At one inch brine shrimp is good. If your lucky and cut up your shrimp and white fleshed fish into small enough pieces then they will eat that. You can try to give them a good cichlid pellet as well they should nibble on that till it is gone. Once they get closer two inches they should be able to chew things a little better.


----------



## Piranha_man (Jan 29, 2005)

Yeah, what AS said...

I also like to feed 'em bloodworms, live is best, frozen cubes is easier...

Also a good quality flake food like Tetra Min.

Feed often, several times a day,
They should be getting pretty close to 6 inches by New Year's.


----------



## scotth42 (May 4, 2008)

AS fan said:


> At one inch brine shrimp is good. If your lucky and cut up your shrimp and white fleshed fish into small enough pieces then they will eat that. You can try to give them a good cichlid pellet as well they should nibble on that till it is gone. Once they get closer two inches they should be able to chew things a little better.


are you talking about the brine shrimp cubes that dissolve in the tank and float? and when i cut up the fish just let it sink to the bottom/ could they eat worms cut up at that size and also do they grow fast i was thinking about ordering some from aquascape.


----------



## JoeDizzleMPLS (Nov 5, 2007)

i really don't like the brine shrimp cubes cuz they really muck up the water... at 1 inch, i always feed my piranhas bloodworms, high quality flake food, and frozen krill, once they get up to the 2-3 inch size, i switch them over to raw shrimp, hikari bio gold pellets, and catfish and sometimes even frozen krill and silversides. they grow really fast, usually about an inch per month until they hit the six inch mark, then things slow down and you can get about an inch or so per year.


----------



## scotth42 (May 4, 2008)

joedizzlempls said:


> i really don't like the brine shrimp cubes cuz they really muck up the water... at 1 inch, i always feed my piranhas bloodworms, high quality flake food, and frozen krill, once they get up to the 2-3 inch size, i switch them over to raw shrimp, hikari bio gold pellets, and catfish and sometimes even frozen krill and silversides. they grow really fast, usually about an inch per month until they hit the six inch mark, then things slow down and you can get about an inch or so per year.

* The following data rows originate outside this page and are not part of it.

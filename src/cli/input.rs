//! Reading the state a command works on: an incident file (YAML) or a log
//! (the state at its end).

use crate::log::{LogContents, load_log, looks_like_log_bytes};
use crate::model::{Incident, load_incident_file};
use std::io::Read;
use std::path::Path;

/// True when `path` looks like an incident log rather than an incident file:
/// its name ends in `.log` or `.jsonl`, or its first non-blank byte opens a
/// JSON object whose first line has a `"seq"` member. Reads at most 4 KiB.
pub fn looks_like_log(path: &Path) -> bool {
    if path
        .extension()
        .is_some_and(|e| e.eq_ignore_ascii_case("log") || e.eq_ignore_ascii_case("jsonl"))
    {
        return true;
    }
    let Ok(f) = std::fs::File::open(path) else {
        return false;
    };
    let mut head = Vec::with_capacity(4096);
    if f.take(4096).read_to_end(&mut head).is_err() {
        return false;
    }
    looks_like_log_bytes(&head)
}

/// Reads a log, reporting a torn tail on stderr.
pub fn read_log_reporting(path: &Path) -> anyhow::Result<(Incident, LogContents)> {
    let (state, contents) = load_log(path)?;
    if let Some(t) = &contents.torn_tail {
        eprintln!(
            "warning: {}:{}: {}",
            path.display(),
            t.line,
            crate::clean::clean(&t.to_string())
        );
    }
    Ok((state, contents))
}

/// Loads an incident file, or a log's state at its end (a torn tail is
/// reported on stderr). Errors carry the located diagnostics, one per line.
pub fn load_state(path: &Path) -> anyhow::Result<Incident> {
    if looks_like_log(path) {
        Ok(read_log_reporting(path)?.0)
    } else {
        Ok(load_incident_file(path)?)
    }
}

/// Who writes a record: `--by`, else `$USER`, else `operator`.
pub fn actor(by: Option<String>) -> String {
    by.filter(|s| !s.trim().is_empty())
        .or_else(|| std::env::var("USER").ok().filter(|s| !s.trim().is_empty()))
        .unwrap_or_else(|| "operator".to_string())
}
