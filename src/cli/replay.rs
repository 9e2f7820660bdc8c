//! `oddsboard replay`: the trainer's dashboard over a saved log: step back
//! and forth, jump to a sequence number or a time, play at a chosen speed,
//! and see what was recommended beside what was done.

use super::CliResult;
use crate::log::read_log;
use crate::tui::app::replay_state;
use crate::tui::launch::{Launch, run as launch};
use crate::tui::theme::Theme;
use std::path::PathBuf;

#[derive(Debug, clap::Args)]
pub struct Args {
    /// The log to replay.
    pub log: PathBuf,
    /// Start at this sequence number (default: the first record).
    #[arg(long)]
    pub at: Option<u64>,
}

pub fn run(args: Args) -> CliResult {
    let contents = read_log(&args.log)?;
    if let Some(t) = &contents.torn_tail {
        eprintln!(
            "warning: {}:{}",
            args.log.display(),
            crate::clean::clean(&t.to_string())
        );
    }
    let mut state = replay_state(contents.records, Theme::from_env())?;
    if let Some(seq) = args.at {
        let i = crate::tui::app::replay_target(&state, &seq.to_string())
            .map_err(|e| anyhow::anyhow!("--at: {e}"))?;
        crate::tui::app::replay_seek(&mut state, i);
    }
    launch(
        state,
        Launch {
            planner: None,
            // Advice is not computed in a replay: stepping would restart
            // a second-long computation on every record.
            advisor: None,
            log: None,
            follow: None,
        },
    )
}
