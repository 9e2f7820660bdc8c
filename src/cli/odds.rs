//! `oddsboard odds FILE`: the odds of the placement on the ground, per task
//! (grouped by tier) and, with `--traits`, per trait; `--json` prints the
//! document of SPEC §5.

use super::CliResult;
use super::input::load_state;
use super::render::{Columns, TableOptions, footer, task_table, wrap};
use crate::odds::joint::JointDetailView;
use crate::odds::ln_one_minus_exp;
use crate::odds::text::pct_detail;
use crate::odds::view::odds_view;
use std::path::PathBuf;

#[derive(Debug, clap::Args)]
pub struct Args {
    /// Incident file or log (a log is read to its end).
    pub file: PathBuf,
    /// Show one line per trait under each task.
    #[arg(long)]
    pub traits: bool,
    /// Print one JSON document (placement, tasks, min_odds, worst_by_tier,
    /// joint_odds) instead of the table.
    #[arg(long)]
    pub json: bool,
}

pub fn run(args: Args) -> CliResult {
    let incident = load_state(&args.file)?;
    let view = odds_view(&incident, &incident.placement);
    if args.json {
        super::json::print_pretty(&view)?;
        return Ok(());
    }
    let placed = view.placement.values().filter(|t| t.is_some()).count();
    let mut out = format!(
        "{}: odds of the placement on the ground ({} of {} units placed, {} open tasks)\n\n",
        incident.name,
        placed,
        view.placement.len(),
        view.tasks.len()
    );
    if view.tasks.is_empty() {
        out.push_str("No open tasks.\n\n");
    }
    out.push_str(&task_table(
        &view.tasks,
        &view.worst_by_tier,
        TableOptions {
            traits: args.traits,
        },
    ));
    out.push_str(&joint_block(&view.joint_detail));
    out.push_str(&readings_block(&view.readings));
    out.push_str(&footer(&view.tasks));
    print!("{}", crate::clean::clean_lines(&out));
    Ok(())
}

/// The words for a joint set: "all life-safety tasks", "all open tasks".
pub fn joint_set_words(set: &str) -> &'static str {
    match set {
        "life" => "all life-safety tasks",
        "stabilization" => "all stabilization tasks",
        "property" => "all property tasks",
        _ => "all open tasks",
    }
}

/// A joint figure for people, with its error when it shows at 0.1 %.
pub fn format_joint(d: &JointDetailView) -> String {
    // ln(1 − p); None when certain.
    let ln_fail = d
        .ln_odds
        .and_then(|l| (l < 0.0).then(|| ln_one_minus_exp(l)));
    let mut text = pct_detail(d.ln_odds, ln_fail);
    if d.error >= 5e-4 {
        text.push_str(&format!(" ± {:.1} %", d.error * 100.0));
    }
    text
}

/// The joint odds block of `odds`: each tier, then all open tasks, with the
/// product beside the figures it differs from.
pub fn joint_block(details: &[JointDetailView]) -> String {
    if details.iter().all(|d| d.tasks == 0) {
        return String::new();
    }
    let mut out = String::from("Joint odds (every task of the set succeeds at once):\n");
    let mut cols = Columns::new(&["", "", ""], &[false, true, false]);
    let mut differs = false;
    for d in details {
        let note = if (d.odds - d.product).abs() >= 5e-4 {
            differs = true;
            format!("(product of task odds {:.1}%)", d.product * 100.0)
        } else {
            String::new()
        };
        cols.push(vec![
            joint_set_words(d.set).to_string(),
            format_joint(d),
            note,
        ]);
    }
    // Drop the empty header line the table helper draws.
    let table = cols.render(2);
    out.extend(table.lines().skip(1).map(|l| format!("{}\n", l.trim_end())));
    if differs {
        out.push_str(&wrap(
            "Tasks served by one correlated unit type rise and fall together, so their \
             joint odds are not the product of their odds.",
            78,
            "",
        ));
    }
    out.push('\n');
    out
}

/// Ratings moved by field readings, one line each; empty without readings.
pub fn readings_block(readings: &[crate::odds::view::RatingNow]) -> String {
    if readings.is_empty() {
        return String::new();
    }
    let mut out = String::from("Field readings (the odds above use the ratings now):\n");
    for r in readings {
        let measure = if r.measure.is_empty() {
            String::new()
        } else {
            format!(" ({})", r.measure)
        };
        out.push_str(&format!(
            "  {} {}{measure}: {}\n",
            r.unit,
            r.trait_id,
            r.describe()
        ));
    }
    out.push('\n');
    out
}
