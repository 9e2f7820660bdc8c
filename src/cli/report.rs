//! `oddsboard report LOG`: the after-action report (Markdown) of a log.

use super::CliResult;
use super::input::read_log_reporting;
use crate::report::after_action_report;
use std::path::PathBuf;

#[derive(Debug, clap::Args)]
pub struct Args {
    /// The log to report on.
    pub log: PathBuf,
}

pub fn run(args: Args) -> CliResult {
    let (_, contents) = read_log_reporting(&args.log)?;
    let name = args.log.display().to_string();
    let md = after_action_report(&contents.records, &name).map_err(|e| e.in_file(&name))?;
    print!("{md}");
    Ok(())
}
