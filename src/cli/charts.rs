//! Charts of the after-action report, drawn with plotters' SVG backend:
//! the worst odds on the ground per tier over time, and the reliability
//! diagram of the calibration section.
//!
//! Colour is never the only carrier: each tier also has its own marker
//! shape and a legend entry in words.

use super::render::tier_title;
use crate::model::Tier;
use crate::report::AfterAction;
use crate::report::after_action::WorstPoint;
use crate::report::calibration::ReliabilityBin;
use chrono::{DateTime, Utc};
use plotters::prelude::*;
use std::path::{Path, PathBuf};

/// Size of every chart, in SVG pixels.
const SIZE: (u32, u32) = (900, 480);

/// File names of the charts inside the chosen directory.
pub const WORST_ODDS_FILE: &str = "worst-odds.svg";
pub const RELIABILITY_FILE: &str = "reliability.svg";

fn tier_colour(tier: Tier) -> RGBColor {
    match tier {
        Tier::Life => RGBColor(190, 30, 45),
        Tier::Stabilization => RGBColor(220, 130, 0),
        Tier::Property => RGBColor(40, 90, 190),
    }
}

fn err<E: std::fmt::Display>(what: &str) -> impl FnOnce(E) -> anyhow::Error + '_ {
    move |e| anyhow::anyhow!("{what}: {e}")
}

fn parse_at(at: &str) -> Option<DateTime<Utc>> {
    DateTime::parse_from_rfc3339(at)
        .ok()
        .map(|t| t.with_timezone(&Utc))
}

/// Step segments of one tier: (minutes, odds) points where the tier has open
/// tasks, holding each value until the next change; a gap (no open task in
/// the tier) ends a segment.
fn tier_segments(
    a: &AfterAction,
    tier: usize,
    x_of: &dyn Fn(&WorstPoint) -> Option<f64>,
    end: f64,
) -> Vec<Vec<(f64, f64)>> {
    let mut segments: Vec<Vec<(f64, f64)>> = Vec::new();
    let mut current: Vec<(f64, f64)> = Vec::new();
    let mut last: Option<f64> = None;
    for p in &a.worst_timeline {
        let Some(x) = x_of(p) else { continue };
        if let Some(prev) = last {
            current.push((x, prev));
        }
        match p.worst[tier] {
            Some(odds) => {
                current.push((x, odds));
                last = Some(odds);
            }
            None => {
                if !current.is_empty() {
                    segments.push(std::mem::take(&mut current));
                }
                last = None;
            }
        }
    }
    if let Some(prev) = last {
        current.push((end, prev));
    }
    if !current.is_empty() {
        segments.push(current);
    }
    segments
}

/// Minutes from `t0` to `t`; never negative, so a log written before times
/// were checked to increase still draws inside the axes.
fn minutes_between(t0: DateTime<Utc>, t: DateTime<Utc>) -> f64 {
    ((t - t0).num_milliseconds() as f64 / 60_000.0).max(0.0)
}

/// The worst odds per tier over time, as SVG text.
pub fn worst_odds_svg(a: &AfterAction) -> anyhow::Result<String> {
    let t0 = parse_at(&a.first_at)
        .ok_or_else(|| anyhow::anyhow!("report: bad first record time {}", a.first_at))?;
    let t_end = parse_at(&a.last_at).unwrap_or(t0);
    // A log written within a minute (a script, a test) would squeeze every
    // change onto one tick: such a log is drawn against its record numbers.
    let by_seq = minutes_between(t0, t_end) < 1.0;
    let x_of = |p: &WorstPoint| -> Option<f64> {
        if by_seq {
            Some(p.seq as f64)
        } else {
            parse_at(&p.at).map(|at| minutes_between(t0, at))
        }
    };
    let end = if by_seq {
        a.records as f64
    } else {
        minutes_between(t0, t_end)
    };
    let (x_min, x_max) = if by_seq {
        (1.0, end.max(2.0) + 0.2)
    } else {
        (0.0, (end * 1.02).max(1.0))
    };
    let mut svg = String::new();
    {
        let root = SVGBackend::with_string(&mut svg, SIZE).into_drawing_area();
        root.fill(&WHITE).map_err(err("chart"))?;
        let mut chart = ChartBuilder::on(&root)
            .caption(
                format!("Worst odds on the ground per tier: {}", a.incident),
                ("sans-serif", 20),
            )
            .margin(14)
            .x_label_area_size(48)
            .y_label_area_size(64)
            .build_cartesian_2d(x_min..x_max, 0f64..1.0f64)
            .map_err(err("chart"))?;
        // Clock times for a log of some length; minutes for a short one,
        // where every tick would show the same minute.
        let clock = x_max >= 10.0;
        let x_label = |m: &f64| {
            if by_seq {
                // Records are whole numbers: no label between them.
                if (m - m.round()).abs() < 1e-9 {
                    format!("#{m:.0}")
                } else {
                    String::new()
                }
            } else if clock {
                (t0 + chrono::Duration::milliseconds((m * 60_000.0) as i64))
                    .format("%H:%M")
                    .to_string()
            } else {
                format!("+{m:.1} min")
            }
        };
        let x_desc = if by_seq {
            format!(
                "log record (the whole log was written within a minute of {} UTC)",
                t0.format("%Y-%m-%d %H:%M")
            )
        } else {
            format!("time (UTC); the log opened {}", t0.format("%Y-%m-%d %H:%M"))
        };
        chart
            .configure_mesh()
            .light_line_style(WHITE)
            .x_desc(x_desc)
            .x_labels(if by_seq { (a.records).clamp(2, 12) } else { 10 })
            .y_desc("worst task odds in the tier")
            .x_label_formatter(&x_label)
            .y_label_formatter(&|y| format!("{:.0}%", y * 100.0))
            .draw()
            .map_err(err("chart"))?;
        for tier in Tier::ALL {
            let i = tier.index();
            let colour = tier_colour(tier);
            let segments = tier_segments(a, i, &x_of, end);
            if segments.is_empty() {
                continue;
            }
            let secure = a.secure[i];
            // The secure level: above it the tier no longer outranks those
            // below (SPEC §3).
            chart
                .draw_series(LineSeries::new(
                    [(x_min, secure), (x_max, secure)],
                    colour.mix(0.5).stroke_width(1),
                ))
                .map_err(err("chart"))?;
            for (n, seg) in segments.iter().enumerate() {
                let series = chart
                    .draw_series(LineSeries::new(seg.iter().copied(), colour.stroke_width(3)))
                    .map_err(err("chart"))?;
                if n == 0 {
                    series
                        .label(format!(
                            "{} (secure at {})",
                            tier_title(tier),
                            crate::odds::text::pct(secure)
                        ))
                        .legend(move |(x, y)| {
                            PathElement::new(vec![(x, y), (x + 24, y)], colour.stroke_width(3))
                        });
                }
                // Markers at the changes, one shape per tier.
                let marks = seg.iter().step_by(2).copied();
                match tier {
                    Tier::Life => chart
                        .draw_series(marks.map(|p| Circle::new(p, 4, colour.filled())))
                        .map(|_| ()),
                    Tier::Stabilization => chart
                        .draw_series(marks.map(|p| TriangleMarker::new(p, 5, colour.filled())))
                        .map(|_| ()),
                    Tier::Property => chart
                        .draw_series(marks.map(|p| Cross::new(p, 4, colour.stroke_width(2))))
                        .map(|_| ()),
                }
                .map_err(err("chart"))?;
            }
        }
        chart
            .configure_series_labels()
            .position(SeriesLabelPosition::LowerRight)
            .background_style(WHITE.mix(0.85))
            .border_style(BLACK)
            .draw()
            .map_err(err("chart"))?;
        root.present().map_err(err("chart"))?;
    }
    Ok(svg)
}

/// The reliability diagram: mean forecast against the observed share of
/// successes per bin, with the diagonal of perfect calibration.
pub fn reliability_svg(a: &AfterAction) -> anyhow::Result<String> {
    let mut svg = String::new();
    {
        let root = SVGBackend::with_string(&mut svg, SIZE).into_drawing_area();
        root.fill(&WHITE).map_err(err("chart"))?;
        let caption = if a.scored_tasks == 0 {
            "Reliability of the odds: no closed task to score yet".to_string()
        } else {
            format!(
                "Reliability of the odds: {} closed task{} scored",
                a.scored_tasks,
                if a.scored_tasks == 1 { "" } else { "s" }
            )
        };
        let mut chart = ChartBuilder::on(&root)
            .caption(caption, ("sans-serif", 20))
            .margin(14)
            .x_label_area_size(48)
            .y_label_area_size(64)
            .build_cartesian_2d(0f64..1.0f64, 0f64..1.0f64)
            .map_err(err("chart"))?;
        chart
            .configure_mesh()
            .light_line_style(WHITE)
            .x_desc("odds given when the task closed (mean per bin)")
            .y_desc("share of those tasks that succeeded")
            .x_label_formatter(&|x| format!("{:.0}%", x * 100.0))
            .y_label_formatter(&|y| format!("{:.0}%", y * 100.0))
            .draw()
            .map_err(err("chart"))?;
        let grey = RGBColor(120, 120, 120);
        chart
            .draw_series(LineSeries::new(
                [(0.0, 0.0), (1.0, 1.0)],
                grey.stroke_width(1),
            ))
            .map_err(err("chart"))?
            .label("perfect calibration")
            .legend(move |(x, y)| PathElement::new(vec![(x, y), (x + 24, y)], grey));
        let blue = RGBColor(40, 90, 190);
        let points: Vec<(f64, f64)> = a.reliability.iter().map(bin_point).collect();
        chart
            .draw_series(LineSeries::new(
                points.iter().copied(),
                blue.stroke_width(2),
            ))
            .map_err(err("chart"))?
            .label("observed (number of tasks beside each bin)")
            .legend(move |(x, y)| {
                PathElement::new(vec![(x, y), (x + 24, y)], blue.stroke_width(2))
            });
        chart
            .draw_series(
                a.reliability
                    .iter()
                    .map(|b| Circle::new(bin_point(b), 5, blue.filled())),
            )
            .map_err(err("chart"))?;
        chart
            .draw_series(a.reliability.iter().map(|b| {
                let (x, y) = bin_point(b);
                // Left of the point near the right edge, so it stays inside.
                let x = if x > 0.9 { x - 0.06 } else { x + 0.012 };
                Text::new(
                    format!("n={}", b.count),
                    (x, (y + 0.03).min(0.97)),
                    ("sans-serif", 13),
                )
            }))
            .map_err(err("chart"))?;
        chart
            .configure_series_labels()
            .position(SeriesLabelPosition::UpperLeft)
            .background_style(WHITE.mix(0.85))
            .border_style(BLACK)
            .draw()
            .map_err(err("chart"))?;
        root.present().map_err(err("chart"))?;
    }
    Ok(svg)
}

fn bin_point(b: &ReliabilityBin) -> (f64, f64) {
    (b.mean_forecast, b.observed)
}

/// Writes `text` to `dir/name` through a temporary file and a rename, so a
/// failed write never leaves half a chart.
fn write_whole(dir: &Path, name: &str, text: &str) -> anyhow::Result<PathBuf> {
    let path = dir.join(name);
    let tmp = dir.join(format!(".{name}.tmp"));
    std::fs::write(&tmp, text)
        .and_then(|()| std::fs::rename(&tmp, &path))
        .map_err(|e| {
            let _ = std::fs::remove_file(&tmp);
            anyhow::anyhow!("{}: cannot write: {e}", path.display())
        })?;
    Ok(path)
}

/// Draws every chart first, then writes them into `dir` (created if
/// missing). Returns each chart's title and path.
pub fn write_charts(a: &AfterAction, dir: &Path) -> anyhow::Result<Vec<(&'static str, PathBuf)>> {
    let worst = worst_odds_svg(a)?;
    let reliability = reliability_svg(a)?;
    std::fs::create_dir_all(dir)
        .map_err(|e| anyhow::anyhow!("{}: cannot create the directory: {e}", dir.display()))?;
    Ok(vec![
        (
            "Worst odds per tier over time",
            write_whole(dir, WORST_ODDS_FILE, &worst)?,
        ),
        (
            "Reliability diagram",
            write_whole(dir, RELIABILITY_FILE, &reliability)?,
        ),
    ])
}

damm they grow fast then i was gonna order the 12 for 50 from aquascape but i will just have about a 55g tank i don't need 12 but i figure i will probly lose some i have a fully cycled 65g with my oscar now up and running it would mean giving up my o though. what size tank would be ok as a temp tank for the 12 til i got a bigger one at the end of this month?


----------



## JoeDizzleMPLS (Nov 5, 2007)

a 55 gallon will work out as a temporary home, but if you really wanna keep 10-12, i'd recommend getting a 125


----------



## Tensa (Jul 28, 2008)

Personally I would say just order a lil larger fish and only get like 3 you will be much happier that way. You can safely move the oscar to the 55 and put the Piranhas in the 65 which might work for you. Starting out with 12 P's is not always the best idea but listen the advice people give you on this board because there are alot of experience people. Like piranha man said you need to feed the little guys often. Bigger ones dont require as much attention but filtration and water changes are key. And yes i ment the frozen ones but like joe said they can be a mess.


----------



## scotth42 (May 4, 2008)

joedizzlempls said:


> a 55 gallon will work out as a temporary home, but if you really wanna keep 10-12, i'd recommend getting a 125


 how many could i keep in a 65g long tank 48/18/16 i might rehome my oscar. i would like to have a small shoal maybe 4 to 5
but with the oscar i need to get him a bigger tank and then my rhom is gonna need a bigger tank my room can just have 2 tanks either rhom and rbp or rhom and oscar i think the rbp would be a bit more active in the tank then my o he just kind of floats around


----------



## JoeDizzleMPLS (Nov 5, 2007)

you're gonna need at least a 75 to have a few, but if you want more than four, you'll need an even bigger tank


----------



## razorback182 (Apr 27, 2008)

you can use hikari cichlid gold small sized pellets as the staple to a varied diet. the other food you can use were already mentioned. i just recently found an LFS selling hikari, and my reds loved it.


----------



## Dr. Giggles (Oct 18, 2003)

to Feeding and Nutrition


----------



## Trigga (Jul 1, 2006)

a good quality flake is probably your cheapest and most useful solution. That way you can get them used to coming to the top for food, useful because one of the best foods out there for piranha are pellets which pack all the nutrition into one small pellet and its easier on your wallet too.


----------



## scotth42 (May 4, 2008)

Trigga said:


> a good quality flake is probably your cheapest and most useful solution. That way you can get them used to coming to the top for food, useful because one of the best foods out there for piranha are pellets which pack all the nutrition into one small pellet and its easier on your wallet too.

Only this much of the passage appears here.